Multi-omics analysis combined with network pharmacology revealed the mechanisms of rutaecarpine in chronic atrophic gastritis.

ETHNOPHARMACOLOGICAL RELEVANCE

Tetradium ruticarpum (A.Juss.) T.G.Hartley is a traditional Chinese medicine with a history of thousands of years, which plays an important role in the relief of gastric pain, indigestion, vomiting and diarrhea. Rutaecarpine (RUT) is one of the major active constituents of Tetradium ruticarpum (A.Juss.) T.G.Hartley with potential therapeutic activity in chronic atrophic gastritis (CAG). However, the mechanism of RUT to improve CAG is not well understood.

AIM OF THIS STUDY

This study aimed to evaluate the efficacy of RUT in treating CAG and its underlying mechanism.

MATERIALS AND METHODS

The CAG model of SD rats was established by induction with 0.1% ammonia and 20 mmol/L sodium deoxycholate solution, accompanied with irregular fasting cycle.
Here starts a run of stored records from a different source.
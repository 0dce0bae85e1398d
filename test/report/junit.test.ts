import { describe, expect, it } from 'vitest';
import { execFileSync } from 'node:child_process';
import { readFileSync, writeFileSync } from 'node:fs';
import { join } from 'node:path';
import { evaluateAll } from '../../src/analysis/evaluate.js';
import { checkReport } from '../../src/report/check-report.js';
import { checkSuite, junitXml, verdictSuite } from '../../src/report/junit.js';
import { provenance } from '../../src/report/provenance.js';
import { runVerdict } from '../../src/report/verdict.js';
import { design, resolveYaml, ROOT, tempDir } from '../helpers.js';

// The schema: test/report/fixtures/junit.xsd, written after the Jenkins xunit plugin's junit-10.xsd
// (github.com/jenkinsci/xunit-plugin); validated with xmllint from Debian's libxml2-utils.
const XSD = join(ROOT, 'test', 'report', 'fixtures', 'junit.xsd');

function validate(xml: string): string {
  const file = join(tempDir(), 'junit.xml');
  writeFileSync(file, xml);
  try {
    return execFileSync('xmllint', ['--noout', '--schema', XSD, file], { encoding: 'utf8', stdio: ['ignore', 'pipe', 'pipe'] });
  } catch (error) {
    throw new Error(`xmllint (Debian package libxml2-utils) refused the XML: ${String((error as { stderr?: string }).stderr ?? error)}`);
  }
}

const record = provenance({ version: '1.2.3', now: new Date(Date.UTC(2026, 5, 1)), command: ['check', 'x.yaml'], inputs: [], model: 'analytic' });

describe('junitXml', () => {
  const bad = resolveYaml(readFileSync(design('too-tight'), 'utf8'));
  const report = checkReport(bad, evaluateAll(bad));
  const verdict = runVerdict(report, null, null);

  it('checkSuite gives one case per check and one per corner where it fails', () => {
    const suite = checkSuite(report);
    const checks = new Set(report.corners.flatMap((c) => c.checks.map((k) => k.name)));
    const failing = report.corners.flatMap((c) => c.checks.filter((k) => !k.pass).map((k) => `${k.name} at ${c.name}`));
    expect(failing.length).toBeGreaterThan(0);
    expect(suite.cases.filter((c) => checks.has(c.name)).map((c) => c.name).sort()).toEqual([...checks].sort());
    expect(suite.cases.filter((c) => !checks.has(c.name)).map((c) => c.name).sort()).toEqual(failing.sort());
    const bbm = suite.cases.find((c) => c.name === 's_high/s_low break-before-make + 50.0 ps')!;
    expect(bbm.failure).toMatch(/^fails at \d+ of 45 corners; worst margin -\S+ ps at ff\/1\.98V\/-40C$/);
  });

  it('validates against the common JUnit schema, counts failures and skips, and carries the provenance', () => {
    const xml = junitXml([verdictSuite('too-tight', verdict), checkSuite(report)], record);
    expect(validate(xml)).toBe('');
    const failures = checkSuite(report).cases.filter((c) => c.failure !== undefined).length;
    expect(xml).toMatch(new RegExp(`<testsuite name="too-tight-clock: corner checks" tests="\\d+" failures="${failures}" errors="0" skipped="0">`));
    expect(xml).toContain('<testsuite name="too-tight: verdict" tests="3" failures="1" errors="0" skipped="2">');
    expect(xml).toContain('<property name="phasegap.version" value="1.2.3"/>');
    expect(xml).toContain('<property name="phasegap.date" value="2026-06-01T00:00:00.000Z"/>');
  });

  it('keeps hostile names well-formed and valid', () => {
    const xml = junitXml([{ name: 'a<b>&"c\u0001', cases: [{ name: ']]><x/>\u0007', className: 'k', failure: 'm<', output: ']]>' }] }], record);
    expect(validate(xml)).toBe('');
    expect(xml).not.toMatch(/[\u0001\u0007]/);
  });
});
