/* stiffness of one element; xy[k * sx] is input k, K[k * sk] output k (row-major) */
DERIVE_INLINE void q4_hybrid5_plane_stress_stiffness_body(const double *restrict xy, const ptrdiff_t sx,
                                             const double *restrict mat, double *restrict K,
                                             const ptrdiff_t sk)
{
    const double x1 = xy[0 * sx];
    const double y1 = xy[1 * sx];
    const double x2 = xy[2 * sx];
    const double y2 = xy[3 * sx];
    const double x3 = xy[4 * sx];
    const double y3 = xy[5 * sx];
    const double x4 = xy[6 * sx];
    const double y4 = xy[7 * sx];
    const double t = mat[2];
    const double m0 = mat[3];
    const double m1 = mat[4];
    const double m2 = mat[5];
    /* element quantities: map coefficients, centre Jacobian */
    const double gx_0_1 = -0.25*x1 - 0.25*x2 + 0.25*x3 + 0.25*x4;
    const double gx_1_0 = -0.25*x1 - 0.25*x4 + 0.25*x2 + 0.25*x3;
    const double gx_1_1 = -0.25*x2 - 0.25*x4 + 0.25*x1 + 0.25*x3;
    const double gy_0_1 = -0.25*y1 - 0.25*y2 + 0.25*y3 + 0.25*y4;
    const double gy_1_0 = -0.25*y1 - 0.25*y4 + 0.25*y2 + 0.25*y3;
    const double gy_1_1 = -0.25*y2 - 0.25*y4 + 0.25*y1 + 0.25*y3;
    const double e0 = gx_1_0*gx_1_0;
    const double e1 = gx_0_1*gx_0_1;
    const double e2 = gy_1_0*gy_1_0;
    const double e3 = gy_0_1*gy_0_1;
    const double e4 = gx_1_0*gy_1_0;
    const double e5 = gx_0_1*gy_0_1;
    double A_0_0 = 0.0, A_0_2 = 0.0, A_0_3 = 0.0, A_0_4 = 0.0, A_1_1 = 0.0, A_1_2 = 0.0, A_1_3 = 0.0;
    double A_1_4 = 0.0, A_2_0 = 0.0, A_2_2 = 0.0, A_2_3 = 0.0, A_2_4 = 0.0, A_3_1 = 0.0, A_3_2 = 0.0;
    double A_3_3 = 0.0, A_3_4 = 0.0, A_4_0 = 0.0, A_4_2 = 0.0, A_4_3 = 0.0, A_4_4 = 0.0, A_5_1 = 0.0;
    double A_5_2 = 0.0, A_5_3 = 0.0, A_5_4 = 0.0, A_6_0 = 0.0, A_6_2 = 0.0, A_6_3 = 0.0, A_6_4 = 0.0;
    double A_7_1 = 0.0, A_7_2 = 0.0, A_7_3 = 0.0, A_7_4 = 0.0, H_0_0 = 0.0, H_0_1 = 0.0, H_0_3 = 0.0;
    double H_0_4 = 0.0, H_1_1 = 0.0, H_1_3 = 0.0, H_1_4 = 0.0, H_2_2 = 0.0, H_2_3 = 0.0, H_2_4 = 0.0;
    double H_3_3 = 0.0, H_3_4 = 0.0, H_4_4 = 0.0;
    for (int p = 0; p < 4; ++p) {   /* gauss-2x2: loop over the 4 points */
        const double c0 = KS0_c0[p];
        const double c1 = KS0_c1[p];
        const double c2 = KS0_c2[p];
        const double c3 = KS0_c3[p];
        const double c4 = KS0_c4[p];
        const double c5 = KS0_c5[p];
        const double c6 = KS0_c6[p];
        const double c7 = KS0_c7[p];
        const double eta = KS0_eta[p];
        const double w = KS0_w[p];
        const double xi = KS0_xi[p];
        const double J00 = gx_1_0 + eta*gx_1_1;
        const double J01 = gy_1_0 + eta*gy_1_1;
        const double J10 = gx_0_1 + gx_1_1*xi;
        const double J11 = gy_0_1 + gy_1_1*xi;
        const double detJ = J00*J11 - J01*J10;
        const double idet = 1.0/detJ;
        const double Ji00 = J11*idet;
        const double Ji01 = -J01*idet;
        const double Ji10 = -J10*idet;
        const double Ji11 = J00*idet;
        const double dNdx1 = Ji00*c0 + Ji01*c1;
        const double dNdy1 = Ji10*c0 + Ji11*c1;
        const double dNdx2 = Ji00*c2 + Ji01*c3;
        const double dNdy2 = Ji10*c2 + Ji11*c3;
        const double dNdx3 = Ji00*c4 + Ji01*c5;
        const double dNdy3 = Ji10*c4 + Ji11*c5;
        const double dNdx4 = Ji00*c6 + Ji01*c7;
        const double dNdy4 = Ji10*c6 + Ji11*c7;
        const double sc0 = detJ*t*w;
        const double T1 = e0*eta*sc0;
        const double T2 = e2*eta*sc0;
        const double T3 = e4*eta*sc0;
        const double T4 = e1*sc0*xi;
        const double T5 = e3*sc0*xi;
        const double T6 = e5*sc0*xi;
        const double s7 = m0*sc0;
        const double s8 = m1*sc0;
        const double s9 = m2*sc0;
        const double T10 = e0*eta*s7 + e2*eta*s8;
        const double T11 = e0*eta*s8 + e2*eta*s7;
        const double T12 = e4*eta*s9;
        const double T13 = e1*s7*xi + e3*s8*xi;
        const double T14 = e1*s8*xi + e3*s7*xi;
        const double T15 = e5*s9*xi;
        const double q0 = dNdx1*sc0;
        const double q1 = dNdy1*sc0;
        const double q2 = dNdx2*sc0;
        const double q3 = dNdy2*sc0;
        const double q4 = dNdx3*sc0;
        const double q5 = dNdy3*sc0;
        const double q6 = dNdx4*sc0;
        const double q7 = dNdy4*sc0;
        A_0_0 += q0;
        A_0_2 += q1;
        A_0_3 += T1*dNdx1 + T3*dNdy1;
        A_0_4 += T4*dNdx1 + T6*dNdy1;
        A_1_1 += q1;
        A_1_2 += q0;
        A_1_3 += T2*dNdy1 + T3*dNdx1;
        A_1_4 += T5*dNdy1 + T6*dNdx1;
        A_2_0 += q2;
        A_2_2 += q3;
        A_2_3 += T1*dNdx2 + T3*dNdy2;
        A_2_4 += T4*dNdx2 + T6*dNdy2;
        A_3_1 += q3;
        A_3_2 += q2;
        A_3_3 += T2*dNdy2 + T3*dNdx2;
        A_3_4 += T5*dNdy2 + T6*dNdx2;
        A_4_0 += q4;
        A_4_2 += q5;
        A_4_3 += T1*dNdx3 + T3*dNdy3;
        A_4_4 += T4*dNdx3 + T6*dNdy3;
        A_5_1 += q5;
        A_5_2 += q4;
        A_5_3 += T2*dNdy3 + T3*dNdx3;
        A_5_4 += T5*dNdy3 + T6*dNdx3;
        A_6_0 += q6;
        A_6_2 += q7;
        A_6_3 += T1*dNdx4 + T3*dNdy4;
        A_6_4 += T4*dNdx4 + T6*dNdy4;
        A_7_1 += q7;
        A_7_2 += q6;
        A_7_3 += T2*dNdy4 + T3*dNdx4;
        A_7_4 += T5*dNdy4 + T6*dNdx4;
        H_0_0 += s7;
        H_0_1 += s8;
        H_0_3 += T10;
        H_0_4 += T13;
        H_1_1 += s7;
        H_1_3 += T11;
        H_1_4 += T14;
        H_2_2 += s9;
        H_2_3 += T12;
        H_2_4 += T15;
        H_3_3 += T10*e0*eta + T11*e2*eta + T12*e4*eta;
        H_3_4 += T13*e0*eta + T14*e2*eta + T15*e4*eta;
        H_4_4 += T13*e1*xi + T14*e3*xi + T15*e5*xi;
    }
    /* static condensation of the internal unknowns */
    const double cid0 = 1.0/H_0_0;
    const double cL1_0 = H_0_1*cid0;
    const double cL3_0 = H_0_3*cid0;
    const double cL4_0 = H_0_4*cid0;
    const double cd1 = H_1_1 - H_0_0*cL1_0*cL1_0;
    const double cid1 = 1.0/cd1;
    const double cL3_1 = cid1*(H_1_3 - H_0_0*cL1_0*cL3_0);
    const double cL4_1 = cid1*(H_1_4 - H_0_0*cL1_0*cL4_0);
    const double cid2 = 1.0/H_2_2;
    const double cL3_2 = H_2_3*cid2;
    const double cL4_2 = H_2_4*cid2;
    const double cd3 = H_3_3 - H_0_0*cL3_0*cL3_0 - H_2_2*cL3_2*cL3_2 - cd1*cL3_1*cL3_1;
    const double cid3 = 1.0/cd3;
    const double cL4_3 = cid3*(H_3_4 - H_0_0*cL3_0*cL4_0 - H_2_2*cL3_2*cL4_2 - cL3_1*cL4_1*cd1);
    const double cd4 = H_4_4 - H_0_0*cL4_0*cL4_0 - H_2_2*cL4_2*cL4_2 - cd1*cL4_1*cL4_1 - cd3*cL4_3*cL4_3;
    const double cid4 = 1.0/cd4;
    const double cy1_0 = -A_0_0*cL1_0;
    const double cy3_0 = A_0_3 - A_0_0*cL3_0 - A_0_2*cL3_2 - cL3_1*cy1_0;
    const double cy4_0 = A_0_4 - A_0_0*cL4_0 - A_0_2*cL4_2 - cL4_1*cy1_0 - cL4_3*cy3_0;
    const double cy3_1 = A_1_3 - A_1_1*cL3_1 - A_1_2*cL3_2;
    const double cy4_1 = A_1_4 - A_1_1*cL4_1 - A_1_2*cL4_2 - cL4_3*cy3_1;
    const double cy1_2 = -A_2_0*cL1_0;
    const double cy3_2 = A_2_3 - A_2_0*cL3_0 - A_2_2*cL3_2 - cL3_1*cy1_2;
    const double cy4_2 = A_2_4 - A_2_0*cL4_0 - A_2_2*cL4_2 - cL4_1*cy1_2 - cL4_3*cy3_2;
    const double cy3_3 = A_3_3 - A_3_1*cL3_1 - A_3_2*cL3_2;
    const double cy4_3 = A_3_4 - A_3_1*cL4_1 - A_3_2*cL4_2 - cL4_3*cy3_3;
    const double cy1_4 = -A_4_0*cL1_0;
    const double cy3_4 = A_4_3 - A_4_0*cL3_0 - A_4_2*cL3_2 - cL3_1*cy1_4;
    const double cy4_4 = A_4_4 - A_4_0*cL4_0 - A_4_2*cL4_2 - cL4_1*cy1_4 - cL4_3*cy3_4;
    const double cy3_5 = A_5_3 - A_5_1*cL3_1 - A_5_2*cL3_2;
    const double cy4_5 = A_5_4 - A_5_1*cL4_1 - A_5_2*cL4_2 - cL4_3*cy3_5;
    const double cy1_6 = -A_6_0*cL1_0;
    const double cy3_6 = A_6_3 - A_6_0*cL3_0 - A_6_2*cL3_2 - cL3_1*cy1_6;
    const double cy4_6 = A_6_4 - A_6_0*cL4_0 - A_6_2*cL4_2 - cL4_1*cy1_6 - cL4_3*cy3_6;
    const double cy3_7 = A_7_3 - A_7_1*cL3_1 - A_7_2*cL3_2;
    const double cy4_7 = A_7_4 - A_7_1*cL4_1 - A_7_2*cL4_2 - cL4_3*cy3_7;
    const double cz0_0 = A_0_0*cid0;
    const double cz1_0 = cid1*cy1_0;
    const double cz2_0 = A_0_2*cid2;
    const double cz3_0 = cid3*cy3_0;
    const double cz4_0 = cid4*cy4_0;
    const double cz1_1 = A_1_1*cid1;
    const double cz2_1 = A_1_2*cid2;
    const double cz3_1 = cid3*cy3_1;
    const double cz4_1 = cid4*cy4_1;
    const double cz0_2 = A_2_0*cid0;
    const double cz1_2 = cid1*cy1_2;
    const double cz2_2 = A_2_2*cid2;
    const double cz3_2 = cid3*cy3_2;
    const double cz4_2 = cid4*cy4_2;
    const double cz1_3 = A_3_1*cid1;
    const double cz2_3 = A_3_2*cid2;
    const double cz3_3 = cid3*cy3_3;
    const double cz4_3 = cid4*cy4_3;
    const double cz0_4 = A_4_0*cid0;
    const double cz1_4 = cid1*cy1_4;
    const double cz2_4 = A_4_2*cid2;
    const double cz3_4 = cid3*cy3_4;
    const double cz4_4 = cid4*cy4_4;
    const double cz1_5 = A_5_1*cid1;
    const double cz2_5 = A_5_2*cid2;
    const double cz3_5 = cid3*cy3_5;
    const double cz4_5 = cid4*cy4_5;
    const double cz0_6 = A_6_0*cid0;
    const double cz1_6 = cid1*cy1_6;
    const double cz2_6 = A_6_2*cid2;
    const double cz3_6 = cid3*cy3_6;
    const double cz4_6 = cid4*cy4_6;
    const double cz1_7 = A_7_1*cid1;
    const double cz2_7 = A_7_2*cid2;
    const double cz3_7 = cid3*cy3_7;
    const double cz4_7 = cid4*cy4_7;
    K[0 * sk] = -A_0_0*cz0_0 - A_0_2*cz2_0 - cy1_0*cz1_0 - cy3_0*cz3_0 - cy4_0*cz4_0;
    K[1 * sk] = -A_1_1*cz1_0 - A_1_2*cz2_0 - cy3_1*cz3_0 - cy4_1*cz4_0;
    K[2 * sk] = -A_2_0*cz0_0 - A_2_2*cz2_0 - cy1_2*cz1_0 - cy3_2*cz3_0 - cy4_2*cz4_0;
    K[3 * sk] = -A_3_1*cz1_0 - A_3_2*cz2_0 - cy3_3*cz3_0 - cy4_3*cz4_0;
    K[4 * sk] = -A_4_0*cz0_0 - A_4_2*cz2_0 - cy1_4*cz1_0 - cy3_4*cz3_0 - cy4_4*cz4_0;
    K[5 * sk] = -A_5_1*cz1_0 - A_5_2*cz2_0 - cy3_5*cz3_0 - cy4_5*cz4_0;
    K[6 * sk] = -A_6_0*cz0_0 - A_6_2*cz2_0 - cy1_6*cz1_0 - cy3_6*cz3_0 - cy4_6*cz4_0;
    K[7 * sk] = -A_7_1*cz1_0 - A_7_2*cz2_0 - cy3_7*cz3_0 - cy4_7*cz4_0;
    K[8 * sk] = -A_1_1*cz1_0 - A_1_2*cz2_0 - cy3_1*cz3_0 - cy4_1*cz4_0;
    K[9 * sk] = -A_1_1*cz1_1 - A_1_2*cz2_1 - cy3_1*cz3_1 - cy4_1*cz4_1;
    K[10 * sk] = -A_2_2*cz2_1 - cy1_2*cz1_1 - cy3_2*cz3_1 - cy4_2*cz4_1;
    K[11 * sk] = -A_3_1*cz1_1 - A_3_2*cz2_1 - cy3_3*cz3_1 - cy4_3*cz4_1;
    K[12 * sk] = -A_4_2*cz2_1 - cy1_4*cz1_1 - cy3_4*cz3_1 - cy4_4*cz4_1;
    K[13 * sk] = -A_5_1*cz1_1 - A_5_2*cz2_1 - cy3_5*cz3_1 - cy4_5*cz4_1;
    K[14 * sk] = -A_6_2*cz2_1 - cy1_6*cz1_1 - cy3_6*cz3_1 - cy4_6*cz4_1;
    K[15 * sk] = -A_7_1*cz1_1 - A_7_2*cz2_1 - cy3_7*cz3_1 - cy4_7*cz4_1;
    K[16 * sk] = -A_2_0*cz0_0 - A_2_2*cz2_0 - cy1_2*cz1_0 - cy3_2*cz3_0 - cy4_2*cz4_0;
    K[17 * sk] = -A_2_2*cz2_1 - cy1_2*cz1_1 - cy3_2*cz3_1 - cy4_2*cz4_1;
    K[18 * sk] = -A_2_0*cz0_2 - A_2_2*cz2_2 - cy1_2*cz1_2 - cy3_2*cz3_2 - cy4_2*cz4_2;
    K[19 * sk] = -A_3_1*cz1_2 - A_3_2*cz2_2 - cy3_3*cz3_2 - cy4_3*cz4_2;
    K[20 * sk] = -A_4_0*cz0_2 - A_4_2*cz2_2 - cy1_4*cz1_2 - cy3_4*cz3_2 - cy4_4*cz4_2;
    K[21 * sk] = -A_5_1*cz1_2 - A_5_2*cz2_2 - cy3_5*cz3_2 - cy4_5*cz4_2;
    K[22 * sk] = -A_6_0*cz0_2 - A_6_2*cz2_2 - cy1_6*cz1_2 - cy3_6*cz3_2 - cy4_6*cz4_2;
    K[23 * sk] = -A_7_1*cz1_2 - A_7_2*cz2_2 - cy3_7*cz3_2 - cy4_7*cz4_2;
    K[24 * sk] = -A_3_1*cz1_0 - A_3_2*cz2_0 - cy3_3*cz3_0 - cy4_3*cz4_0;
    K[25 * sk] = -A_3_1*cz1_1 - A_3_2*cz2_1 - cy3_3*cz3_1 - cy4_3*cz4_1;
    K[26 * sk] = -A_3_1*cz1_2 - A_3_2*cz2_2 - cy3_3*cz3_2 - cy4_3*cz4_2;
    K[27 * sk] = -A_3_1*cz1_3 - A_3_2*cz2_3 - cy3_3*cz3_3 - cy4_3*cz4_3;
    K[28 * sk] = -A_4_2*cz2_3 - cy1_4*cz1_3 - cy3_4*cz3_3 - cy4_4*cz4_3;
    K[29 * sk] = -A_5_1*cz1_3 - A_5_2*cz2_3 - cy3_5*cz3_3 - cy4_5*cz4_3;
    K[30 * sk] = -A_6_2*cz2_3 - cy1_6*cz1_3 - cy3_6*cz3_3 - cy4_6*cz4_3;
    K[31 * sk] = -A_7_1*cz1_3 - A_7_2*cz2_3 - cy3_7*cz3_3 - cy4_7*cz4_3;
    K[32 * sk] = -A_4_0*cz0_0 - A_4_2*cz2_0 - cy1_4*cz1_0 - cy3_4*cz3_0 - cy4_4*cz4_0;
    K[33 * sk] = -A_4_2*cz2_1 - cy1_4*cz1_1 - cy3_4*cz3_1 - cy4_4*cz4_1;
    K[34 * sk] = -A_4_0*cz0_2 - A_4_2*cz2_2 - cy1_4*cz1_2 - cy3_4*cz3_2 - cy4_4*cz4_2;
    K[35 * sk] = -A_4_2*cz2_3 - cy1_4*cz1_3 - cy3_4*cz3_3 - cy4_4*cz4_3;
    K[36 * sk] = -A_4_0*cz0_4 - A_4_2*cz2_4 - cy1_4*cz1_4 - cy3_4*cz3_4 - cy4_4*cz4_4;
    K[37 * sk] = -A_5_1*cz1_4 - A_5_2*cz2_4 - cy3_5*cz3_4 - cy4_5*cz4_4;
    K[38 * sk] = -A_6_0*cz0_4 - A_6_2*cz2_4 - cy1_6*cz1_4 - cy3_6*cz3_4 - cy4_6*cz4_4;
    K[39 * sk] = -A_7_1*cz1_4 - A_7_2*cz2_4 - cy3_7*cz3_4 - cy4_7*cz4_4;
    K[40 * sk] = -A_5_1*cz1_0 - A_5_2*cz2_0 - cy3_5*cz3_0 - cy4_5*cz4_0;
    K[41 * sk] = -A_5_1*cz1_1 - A_5_2*cz2_1 - cy3_5*cz3_1 - cy4_5*cz4_1;
    K[42 * sk] = -A_5_1*cz1_2 - A_5_2*cz2_2 - cy3_5*cz3_2 - cy4_5*cz4_2;
    K[43 * sk] = -A_5_1*cz1_3 - A_5_2*cz2_3 - cy3_5*cz3_3 - cy4_5*cz4_3;
    K[44 * sk] = -A_5_1*cz1_4 - A_5_2*cz2_4 - cy3_5*cz3_4 - cy4_5*cz4_4;
    K[45 * sk] = -A_5_1*cz1_5 - A_5_2*cz2_5 - cy3_5*cz3_5 - cy4_5*cz4_5;
    K[46 * sk] = -A_6_2*cz2_5 - cy1_6*cz1_5 - cy3_6*cz3_5 - cy4_6*cz4_5;
    K[47 * sk] = -A_7_1*cz1_5 - A_7_2*cz2_5 - cy3_7*cz3_5 - cy4_7*cz4_5;
    K[48 * sk] = -A_6_0*cz0_0 - A_6_2*cz2_0 - cy1_6*cz1_0 - cy3_6*cz3_0 - cy4_6*cz4_0;
    K[49 * sk] = -A_6_2*cz2_1 - cy1_6*cz1_1 - cy3_6*cz3_1 - cy4_6*cz4_1;
    K[50 * sk] = -A_6_0*cz0_2 - A_6_2*cz2_2 - cy1_6*cz1_2 - cy3_6*cz3_2 - cy4_6*cz4_2;
    K[51 * sk] = -A_6_2*cz2_3 - cy1_6*cz1_3 - cy3_6*cz3_3 - cy4_6*cz4_3;
    K[52 * sk] = -A_6_0*cz0_4 - A_6_2*cz2_4 - cy1_6*cz1_4 - cy3_6*cz3_4 - cy4_6*cz4_4;
    K[53 * sk] = -A_6_2*cz2_5 - cy1_6*cz1_5 - cy3_6*cz3_5 - cy4_6*cz4_5;
    K[54 * sk] = -A_6_0*cz0_6 - A_6_2*cz2_6 - cy1_6*cz1_6 - cy3_6*cz3_6 - cy4_6*cz4_6;
    K[55 * sk] = -A_7_1*cz1_6 - A_7_2*cz2_6 - cy3_7*cz3_6 - cy4_7*cz4_6;
    K[56 * sk] = -A_7_1*cz1_0 - A_7_2*cz2_0 - cy3_7*cz3_0 - cy4_7*cz4_0;
    K[57 * sk] = -A_7_1*cz1_1 - A_7_2*cz2_1 - cy3_7*cz3_1 - cy4_7*cz4_1;
    K[58 * sk] = -A_7_1*cz1_2 - A_7_2*cz2_2 - cy3_7*cz3_2 - cy4_7*cz4_2;
    K[59 * sk] = -A_7_1*cz1_3 - A_7_2*cz2_3 - cy3_7*cz3_3 - cy4_7*cz4_3;
    K[60 * sk] = -A_7_1*cz1_4 - A_7_2*cz2_4 - cy3_7*cz3_4 - cy4_7*cz4_4;
    K[61 * sk] = -A_7_1*cz1_5 - A_7_2*cz2_5 - cy3_7*cz3_5 - cy4_7*cz4_5;
    K[62 * sk] = -A_7_1*cz1_6 - A_7_2*cz2_6 - cy3_7*cz3_6 - cy4_7*cz4_6;
    K[63 * sk] = -A_7_1*cz1_7 - A_7_2*cz2_7 - cy3_7*cz3_7 - cy4_7*cz4_7;
}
The efficacy of RUT in treating CAG was assessed through pathological examination and serum biochemical indices including PP, IL-6, MTL, TNF-α, PG I, SS, PG II, IL-10 and GAS-17. Following this, network pharmacology, 16s rRNA sequencing, transcriptomics, and broadly targeted metabolomics were conducted to unravel the underlying mechanisms of RUT's action in CAG treatment. Ultimately, molecular docking, western blotting, and immunohistochemistry were employed to validate the critical targets and pathways involved in RUT's therapeutic approach for CAG.

RESULTS

RUT significantly improved body weight, gastric juice pH and gastric histologic injury in CAG rats. The results of serum biochemical indices showed that RUT significantly inhibited the expression levels of SS, GAS-17, IL-6 and TNF-α, and increased the levels of MTL, PP, PGI, PGII and IL-10. In addition, RUT apparently increased the expression of mucosal barrier proteins such as ZO-1, E-cadherin and claudin-4 and occludin. Network pharmacology in combination with transcriptomics revealed that the MAPK signaling pathway was the most important pathway for RUT treatment of CAG. Further analysis suggested that by regulating linoleic acid metabolism, metabolic pathways, etc. mainly related to energy metabolism, RUT intervention effectively ameliorated gastric tissue metabolic disorders in CAG rats. The 16S rRNA gene-based microbiota analysis revealed that RUT altered the composition of the intestinal microbiota and decreased the relative abundance of unclassified_Muribaculaceae. PICRUST analysis suggested that the differential bacteria may be involved in energy metabolism pathway regulation for the improvement of CAG. A comprehensive analysis of the transcriptome and metabolome showed that the RUT improved the differential metabolites through the regulation of TGER2, CBR1 and CTPS1 targets.

CONCLUSION

These findings indicated that RUT's mechanism of action in treating CAG was related to modulating the gut microbiota, influencing energy metabolism, and inhibiting the MAPK signaling pathway. This provided new insights into how RUT exerts its therapeutic effects on CAG.